The apparent path of the Sun (the ecliptic) is inclined to the celestial equator by $\varepsilon = 23.5^{\circ}$ .
The Sun’s position on the ecliptic changes through the year, producing seasonal changes in day length.

Maximum solar declination is $\pm 23.5^{\circ}$ ; never reaches 90° declination from the horizon.
Thus, the Sun is never directly overhead at latitude $\lambda = 40^{\circ}$ ; you’d need a latitude of 90° to have overhead noon sun at some time of year.

The ecliptic line on star charts shows the Sun’s path through the sky and the constellations it passes through.
Example: on a given date, the Sun may be in Leo (around August/September).
Star charts show the ecliptic and the equal-day/night line (the celestial equator) as flat representations; the tilt along the ecliptic is due to Earth’s axial tilt.

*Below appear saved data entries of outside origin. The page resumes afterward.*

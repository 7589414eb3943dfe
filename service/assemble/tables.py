"""Tables of the pack: a checked table plan written in the report's locale, and grids laid out.

:func:`block` writes a :class:`~service.intents.table.TablePlan` (already measured by the table
checks) as text: headers from column labels with units, numbers through :mod:`service.formatting`,
"no data" in the rows of periods without data, the partial period's completeness, estimates marked,
a totals row, and notes under the table (estimates, rows left out, periods not among the rows).
Every word comes from :mod:`service.wording`.

:func:`flowables` lays a block out as one table whose title is its first row: a table that runs
onto the next page repeats its header there under its title marked "continued". :func:`grid` is the
house grid, shared with the appendix.
"""

from __future__ import annotations

from collections.abc import Iterable, Sequence
from dataclasses import dataclass, field
from typing import Any
from xml.sax.saxutils import escape

from reportlab.lib.enums import TA_RIGHT
from reportlab.lib.styles import ParagraphStyle
from reportlab.pdfbase.pdfmetrics import stringWidth
from reportlab.platypus import Flowable, LongTable, Paragraph, Spacer, TableStyle

from service import formatting, wording
from service.assemble import fonts, layout
from service.intents.table import TableColumn, TablePlan, Value, completeness_text


@dataclass(frozen=True)
class TableBlock:
    title: str
    header: list[str]
    rows: list[list[str]]
    numeric: list[bool]
    notes: list[str] = field(default_factory=list)
    """Lines under the table: estimates, rows left out, periods not among the rows."""
    quiet: list[int] = field(default_factory=list)
    """Rows (0-based, below the header) of periods without data, set in a muted colour."""
    totals: bool = False
    """The last row is the totals row."""
    continued: str = ""
    """The title over the rest of the table on a following page."""
    table_id: str = ""
    """The table's id in the definition (the contents and the appendix give its page)."""


def block(plan: TablePlan, locale: str) -> TableBlock:
    """The table as the reader sees it, in the report's locale."""
    digits = [_digits(plan, c, col) for c, col in enumerate(plan.columns)]
    rows = [
        [_cell(v, d, locale) for v, d in zip(row.values, digits, strict=True)] for row in plan.rows
    ]
    time = next((c for c, col in enumerate(plan.columns) if col.time), None)
    for r, row in enumerate(plan.rows):
        if time is not None and row.state == "partial" and row.completeness is not None:
            done = completeness_text(row.completeness, locale)
            rows[r][time] += "\n" + wording.say("table.partial", locale, done=done)
    if plan.totals:
        rows.append(_totals_row(plan, digits, locale))
    return TableBlock(
        title=plan.title,
        header=[_header(col, locale) for col in plan.columns],
        rows=rows,
        numeric=[col.numeric for col in plan.columns],
        notes=_notes(plan, locale),
        quiet=[r for r, row in enumerate(plan.rows) if row.state == "missing"],
        totals=bool(plan.totals),
        continued=wording.say("table.continued", locale, title=plan.title),
        table_id=plan.table_id,
    )


def _header(column: TableColumn, locale: str) -> str:
    titled = formatting.titled(column.label, column.unit)
    if column.estimate:
        return wording.say("table.estimate_header", locale, label=titled)
    return titled


def _digits(plan: TablePlan, c: int, column: TableColumn) -> int:
    """One number of decimals per column, so its values line up: none for integers."""
    if not column.numeric:
        return 0
    values = [v for row in plan.rows if isinstance(v := row.values[c], float)]
    values += [t for name, t in plan.totals if name == column.name]
    return 0 if column.kind.value == "integer" else formatting.decimals_for(values)


def _cell(value: Value, digits: int, locale: str) -> str:
    if value is None:
        return wording.say("table.no_data", locale)
    if isinstance(value, float):
        return formatting.number(value, locale, digits=digits)
    return value


def _totals_row(plan: TablePlan, digits: list[int], locale: str) -> list[str]:
    totals = dict(plan.totals)
    label = wording.say("table.total", locale)
    if plan.left_out:
        label = wording.say("table.total_of_shown", locale, count=len(plan.rows))
    gaps = sum(1 for row in plan.rows if row.state != "actual")
    if gaps == 1:
        label = wording.say("table.total_incomplete_one", locale, total=label)
    elif gaps:
        label = wording.say("table.total_incomplete", locale, total=label, count=gaps)
    row = [
        formatting.number(totals[col.name], locale, digits=d) if col.name in totals else ""
        for col, d in zip(plan.columns, digits, strict=True)
    ]
    first = next((c for c, col in enumerate(plan.columns) if col.name not in totals), None)
    if first is not None:
        row[first] = label
    return row


def _notes(plan: TablePlan, locale: str) -> list[str]:
    notes = []
    estimates = [formatting.titled(c.label, c.unit) for c in plan.columns if c.estimate]
    if estimates:
        notes.append(wording.say("table.estimates_note", locale, columns=", ".join(estimates)))
    if plan.unshown_missing:
        listed = ", ".join(plan.unshown_missing)
        notes.append(wording.say("table.missing_not_shown", locale, periods=listed))
    if plan.left_out == 1:
        notes.append(wording.say("table.row_left_out", locale, shown=len(plan.rows)))
    elif plan.left_out:
        notes.append(
            wording.say("table.rows_left_out", locale, count=plan.left_out, shown=len(plan.rows))
        )
    return notes


# --- layout -------------------------------------------------------------------------------------


def text(value: str) -> str:
    """Escape user text for a Paragraph; keep line breaks."""
    return escape(value).replace("\n", "<br/>")


class TitledTable(LongTable):  # type: ignore[misc]
    """A table whose first row is its title: where it breaks onto another page, the title
    repeats there (marked as continued), then the header."""

    continued: Paragraph | None = None

    def split(self, avail_width: float, avail_height: float) -> list[Flowable]:
        parts: list[Flowable] = super().split(avail_width, avail_height)
        for later in parts[1:]:
            later.continued = self.continued
            if self.continued is not None:
                row = later._cellvalues[0]  # shared with the first part: replaced, not changed
                later._cellvalues[0] = [self.continued, *row[1:]]
        return parts


def flowables(table: TableBlock, s: dict[str, Any]) -> Iterable[Flowable]:
    """A table block laid out: title, header, rows (numbers right-aligned), totals, notes."""
    quiet = ParagraphStyle("cell_quiet", s["cell"], textColor=layout.MUTED)
    total = ParagraphStyle("cell_total", s["cell"], fontName=fonts.BOLD)
    kinds = {r + 1: quiet for r in table.quiet}
    if table.totals:
        kinds[len(table.rows)] = total
    cells: list[list[Any]] = [
        [Paragraph(text(table.title), s["h2"])] + [""] * (len(table.header) - 1)
    ]
    cells += grid_cells([table.header, *table.rows], s, table.numeric, kinds)
    grid_ = TitledTable(cells, colWidths=_widths(table), repeatRows=2, hAlign="LEFT")
    grid_.continued = Paragraph(text(table.continued), s["h2"])
    commands = [
        ("SPAN", (0, 0), (-1, 0)),
        ("LEFTPADDING", (0, 0), (-1, 0), 0),
        ("BOTTOMPADDING", (0, 0), (-1, 0), 4),
        *_style(first=1),
    ]
    if table.totals:
        commands.append(("LINEABOVE", (0, -1), (-1, -1), 0.8, layout.INK))
    grid_.setStyle(TableStyle(commands))
    yield grid_
    if table.notes:
        yield Spacer(1, 3)
    for note in table.notes:
        yield Paragraph(text(note), s["muted"])
    yield Spacer(1, 8)


def grid_cells(
    rows: Sequence[Sequence[str]],
    s: dict[str, Any],
    numeric: Sequence[bool] | None = None,
    kinds: dict[int, ParagraphStyle] | None = None,
) -> list[list[Paragraph]]:
    """Rows as paragraphs: the first a header, numbers right-aligned below it; ``kinds`` gives
    some rows (by index in ``rows``) a style of their own."""
    numeric = numeric or [False] * max((len(row) for row in rows), default=0)
    cells = [[Paragraph(text(v), s["cell_head"]) for v in rows[0]]] if rows else []
    for r, row in enumerate(rows[1:], start=1):
        style = (kinds or {}).get(r, s["cell"])
        cells.append(
            [
                Paragraph(text(v), right(style) if is_number else style)
                for v, is_number in zip(row, numeric, strict=False)
            ]
        )
    return cells


def _style(first: int = 0) -> list[tuple[Any, ...]]:
    """The house grid, from row ``first`` (rows above it are not part of the grid)."""
    return [
        ("FONT", (0, 0), (-1, -1), fonts.register(), 7.5),  # else reportlab sets Helvetica
        ("INNERGRID", (0, first), (-1, -1), 0.3, layout.RULE),
        ("BOX", (0, first), (-1, -1), 0.3, layout.RULE),
        ("LINEBELOW", (0, first), (-1, first), 0.8, layout.INK),
        ("VALIGN", (0, 0), (-1, -1), "TOP"),
        ("TOPPADDING", (0, 0), (-1, -1), 2.5),
        ("BOTTOMPADDING", (0, first), (-1, -1), 2.5),
        ("LEFTPADDING", (0, first), (-1, -1), 3),
        ("RIGHTPADDING", (0, 0), (-1, -1), 3),
    ]


def grid(
    rows: Sequence[Sequence[str]],
    widths: list[float],
    s: dict[str, Any],
    numeric: Sequence[bool] | None = None,
    colours: dict[int, Any] | None = None,
) -> LongTable:
    """The house grid: a header row repeated on every page, then the rows."""
    cells = grid_cells(rows, s, numeric)
    table = LongTable(cells, colWidths=widths, repeatRows=1, hAlign="LEFT")
    commands = _style()
    for r, colour in (colours or {}).items():
        commands.append(("TEXTCOLOR", (2, r), (2, r), colour))
    table.setStyle(TableStyle(commands))
    if taller_than_page(table):  # a long source line quoted in a check, say: split the row
        table.splitInRow = 1
    return table


def taller_than_page(table: LongTable) -> bool:
    """A row that cannot fit on one page (reportlab would give up); rows that fit are kept whole."""
    height = layout.PAGE[1] - 2 * layout.MARGIN
    table.wrap(layout.FRAME_WIDTH, height)
    tallest = float(max(table._rowHeights, default=0))
    return bool(tallest > height - 40)


def right(style: Any) -> Any:
    """``style`` aligned right (numbers in a column)."""
    return ParagraphStyle(f"{style.name}_right", parent=style, alignment=TA_RIGHT)


def _widths(table: TableBlock) -> list[float]:
    """Columns as wide as their widest line (the header set bold), together at least as wide as
    the title, shrunk to the frame only when they would not fit. The totals row's label may wrap:
    it does not widen its column."""
    regular = fonts.register()

    def width(value: str, font: str) -> float:
        lines = value.split("\n")
        return max(float(stringWidth(line, font, _CELL_SIZE)) for line in lines) + _CELL_PADDING

    body = table.rows[:-1] if table.totals else table.rows
    natural = [
        max([width(table.header[c], fonts.BOLD)] + [width(row[c], regular) for row in body])
        for c in range(len(table.header))
    ]
    if table.totals:  # the totals themselves are numbers, set bold: they must fit
        for c, value in enumerate(table.rows[-1]):
            if table.numeric[c]:
                natural[c] = max(natural[c], width(value, fonts.BOLD))
    total = sum(natural)
    title = stringWidth(table.continued or table.title, fonts.BOLD, 11) + 4
    if total < title:
        natural = [w * title / total for w in natural]
        total = title
    scale = min(1.0, layout.FRAME_WIDTH / total) if total else 1.0
    return [w * scale for w in natural]


_CELL_SIZE = 7.5
"""The font size of a cell (the ``cell`` and ``cell_head`` styles)."""
_CELL_PADDING = 3 + 3 + 2
"""A cell's left and right padding, and room for rounding."""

Polaris location: near the North Celestial Pole; used to find due north.
Finding Polaris: use the two stars at the end of the Big Dipper’s cup, draw a straight line away from the cup, and the first bright star you encounter is Polaris.
Polaris is part of Ursa Minor (Little Dipper) and is the brightest star in that faint constellation; Polaris is the tip of the Little Dipper’s tail.
The Big Dipper is an asterism (a recognizable pattern within a larger constellation, Ursa Major).
Concept: as the Earth rotates, the sky appears to rotate around the North Celestial Pole; star trails illustrate this rotation.
Altitude of Polaris equals the observer’s latitude: $Alt_{Polaris} \approx \lambda\; (\text{in the Northern Hemisphere})$ .

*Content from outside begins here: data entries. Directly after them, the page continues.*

rl_config.invariant = 1  # fixed dates and ids: the same input gives the same bytes
rl_config.trustedSchemes = []  # no markup may fetch a URL (user text is escaped anyway)
rl_config.trustedHosts = []


@dataclass(frozen=True)
class ChartBlock:
    chart_id: str
    title: str
    subtitle: str | None
    note: str | None
    width_pt: float
    height_pt: float
    check_line: str
    source: str | None = None
    description: str | None = None


@dataclass(frozen=True)
class SectionBlock:
    heading: str
    narrative: str | None
    blocks: list[ChartBlock | TableBlock]


@dataclass(frozen=True)
class PackContent:
    title: str
    period: str
    as_of: str
    owner: str
    audience: str | None
    status_line: str
    summary_line: str
    sections: list[SectionBlock]
    appendix: Appendix
    fingerprint: str
    report_id: str
    locale: str = "en-GB"
    figures: list[Headline] = field(default_factory=list)


@dataclass(frozen=True)
class Slot:
    chart_id: str
    page: int  # 0-based
    x: float
    y: float
    width: float
    height: float


class ChartSlot(Flowable):  # type: ignore[misc]
    """Reserves room for a chart and records where it landed."""

    def __init__(self, chart_id: str, width: float, height: float, found: list[Slot]) -> None:
        super().__init__()
        self.chart_id, self.width, self.height, self._found = chart_id, width, height, found
        self.natural = (width, height)

    def scale(self, factor: float) -> None:
        """Draw the chart at ``factor`` of its drawn size (its proportions kept)."""
        self.width, self.height = self.natural[0] * factor, self.natural[1] * factor

    def wrap(self, avail_width: float, avail_height: float) -> tuple[float, float]:
        return self.width, self.height

    def draw(self) -> None:
        x, y = self.canv.absolutePosition(0, 0)
        page = self.canv.getPageNumber() - 1
        self._found.append(Slot(self.chart_id, page, x, y, self.width, self.height))


FIT_SCALE = 0.85
"""A chart may be drawn down to this share of its size to fit the rest of a page."""
FLOOR_SCALE = 0.7
"""A chart block taller than a whole page draws its chart down to this share of its size."""
FRAME_HEIGHT = layout.PAGE[1] - 2 * layout.MARGIN
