"""The report definition, version 1: what a scheduler or portal sends.

This module owns the *shape* of a definition. Cross-references (does the chart's dataset exist, is the
column numeric, …) are checked in :mod:`service.definition.validate`, which reports every problem at
once with a path into the definition.
"""

from __future__ import annotations

from datetime import date, datetime
from enum import StrEnum
from typing import Annotated, Any, Literal

from pydantic import AwareDatetime, Field, model_validator

from service.definition.base import Id, Input, Label, Name, Text

VERSION = 1


class ColumnType(StrEnum):
    text = "text"
    number = "number"
    integer = "integer"
    date = "date"
    timestamp = "timestamp"


class Frequency(StrEnum):
    day = "day"
    week = "week"  # ISO 8601 weeks, Monday to Sunday
    month = "month"
    quarter = "quarter"
    year = "year"


class Column(Input):
    name: Name
    type: ColumnType
    unit: Label | None = Field(
        None, description="Unit of a numeric column, e.g. 'GBP', '%', 'journeys'."
    )
    description: Text | None = None


class Dataset(Input):
    name: Id
    description: Text | None = None
    columns: list[Column] = Field(min_length=1)
    time_column: Name | None = Field(
        None, description="The column that places each row in time (type date or timestamp)."
    )
    frequency: Frequency | None = Field(
        None, description="Declared frequency of the time column; required with time_column."
    )
    rows: list[dict[str, Any]] | None = Field(
        None, description="Rows inline as records: one object per row, keyed by column name."
    )
    csv: str | None = Field(
        None, description="Rows as CSV text with a header line naming the columns."
    )

    @model_validator(mode="after")
    def _one_source(self) -> Dataset:
        if (self.rows is None) == (self.csv is None):
            raise ValueError("give the rows either as 'rows' (records) or as 'csv' text, not both")
        if (self.time_column is None) != (self.frequency is None):
            raise ValueError("'time_column' and 'frequency' go together: give both or neither")
        return self


class Period(Input):
    start: date
    end: date
    label: Label | None = Field(None, description="How the period is named, e.g. 'October 2026'.")

    @model_validator(mode="after")
    def _ordered(self) -> Period:
        if self.end < self.start:
            raise ValueError("the period ends before it starts")
        return self


class Report(Input):
    id: Id
    title: Label
    period: Period
    as_of: AwareDatetime = Field(
        description="When the data was extracted, with a time zone; judges partial periods."
    )
    owner: Label
    audience: Label | None = None
    locale: Annotated[str, Field(pattern=r"^[a-z]{2,3}(-[A-Z]{2})?$")] = "en-GB"


class ChartBase(Input):
    id: Id
    intent: str
    title: Label
    subtitle: Text | None = None
    dataset: Id
    note: Text | None = Field(None, description="A sentence printed under the chart.")


class CompareChart(ChartBase):
    """One measure across categories."""

    intent: Literal["compare"]
    category: Name
    measure: Name
    baseline: float | None = Field(
        None,
        description="Requested start of the value axis. Bars always start at zero: a non-zero "
        "request is corrected unless the check 'bar-zero-baseline' is waived.",
    )
    focus: Literal["totals", "differences"] = Field(
        "totals",
        description="'differences' draws dots on a non-zero scale (position, not length), "
        "with a note on the chart, instead of truncated bars.",
    )
    sort: Literal["descending", "ascending", "as_given"] = "descending"


class TrendChart(ChartBase):
    """One or more measures over time (sharing one unit)."""

    intent: Literal["trend"]
    measures: list[Name] = Field(min_length=1)
    from_zero: bool = Field(
        False, description="Start the value axis at zero (otherwise it fits the data, with a note)."
    )


Chart = Annotated[CompareChart | TrendChart, Field(discriminator="intent")]


class Table(Input):
    id: Id
    title: Label
    dataset: Id
    columns: list[Name] | None = Field(None, description="Columns to show; all when omitted.")


class Section(Input):
    heading: Label
    narrative: Text | None = None
    charts: list[Chart] = Field(default_factory=list)
    tables: list[Table] = Field(default_factory=list)


class Waiver(Input):
    check: Id
    chart: Id
    reason: Annotated[str, Field(min_length=20)] = Field(
        description="Why the exception is acceptable, in a full sentence (at least 20 characters)."
    )
    by: Label
    expires: date | None = None


class ReportDefinition(Input):
    """A report pack: metadata, datasets, sections of charts and tables, and accepted waivers."""

    version: Literal[1]
    report: Report
    datasets: list[Dataset] = Field(min_length=1)
    sections: list[Section] = Field(min_length=1)
    waivers: list[Waiver] = Field(default_factory=list)

    def charts(self) -> list[tuple[str, CompareChart | TrendChart]]:
        """Every chart with its path in the definition, in reading order."""
        return [
            (f"sections[{s}].charts[{c}]", chart)
            for s, section in enumerate(self.sections)
            for c, chart in enumerate(section.charts)
        ]

    def period_text(self) -> str:
        period = self.report.period
        if period.label:
            return period.label
        return f"{period.start.isoformat()} to {period.end.isoformat()}"

    def dataset(self, name: str) -> Dataset | None:
        return next((d for d in self.datasets if d.name == name), None)


def local_wall_time(value: datetime) -> datetime:
    """``as_of`` on the sender's own clock (its zone dropped, not converted).

    Periods are calendar periods of the reporting organisation, so "is November over?" is judged on the
    clock the definition was written in: 2026-11-09T08:00+01:00 is 8 o'clock on 9 November.
    """
    return value.replace(tzinfo=None)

Axial precession: the Earth's rotation axis slowly traces a circle with a period of about $2.6\times 10^{4}$ years (roughly 26,000 years).
Due to precession, the North Celestial Pole points toward different stars over millennia; Polaris is not always the North Star.
Precession also shifts the orientation of the celestial equator relative to the ecliptic; this causes the observed zodiac signs to drift relative to the constellations over long timescales.
The motion also explains why “astrological signs” do not align with where the Sun is today on star charts, and why people’s sun signs would shift if you go back/forward thousands of years.

Astrology is a pseudoscience; it uses stars and the Sun’s position to assign horoscopes but does not reflect modern astronomical understanding.
In astronomy, we use accurate celestial coordinates (RA/Dec) and account for precession, proper motion, and the tilt of the ecliptic.

Altitude vs azimuth: Alt is vertical angle from horizon; Az is horizontal angle from due north clockwise.
Latitude ➜ celestial equator altitude on the meridian: $Alt_{CE} = 90^{\circ} - \lambda$ .
Polaris altitude ≈ your latitude; Polaris azimuth ≈ 0° (north).
The Sun’s path: the ecliptic, tilted by $\varepsilon = 23.5^{\circ}$ ; equinoxes at RA = 0h (vernal) and RA = 12h (autumnal, roughly; dates given on charts).
Sidereal day: $23\,\text{h}\,56\,\text{m}$ ; solar day is 24h; stars rise about $4\text{ minutes}$ earlier each day.
Precession: one full cycle ≈ $2.6\times 10^{4}$ years; North Star changes over millennia.
Always cross-check your birthday position on the ecliptic when reading star charts to see which constellation the Sun would be in on that date.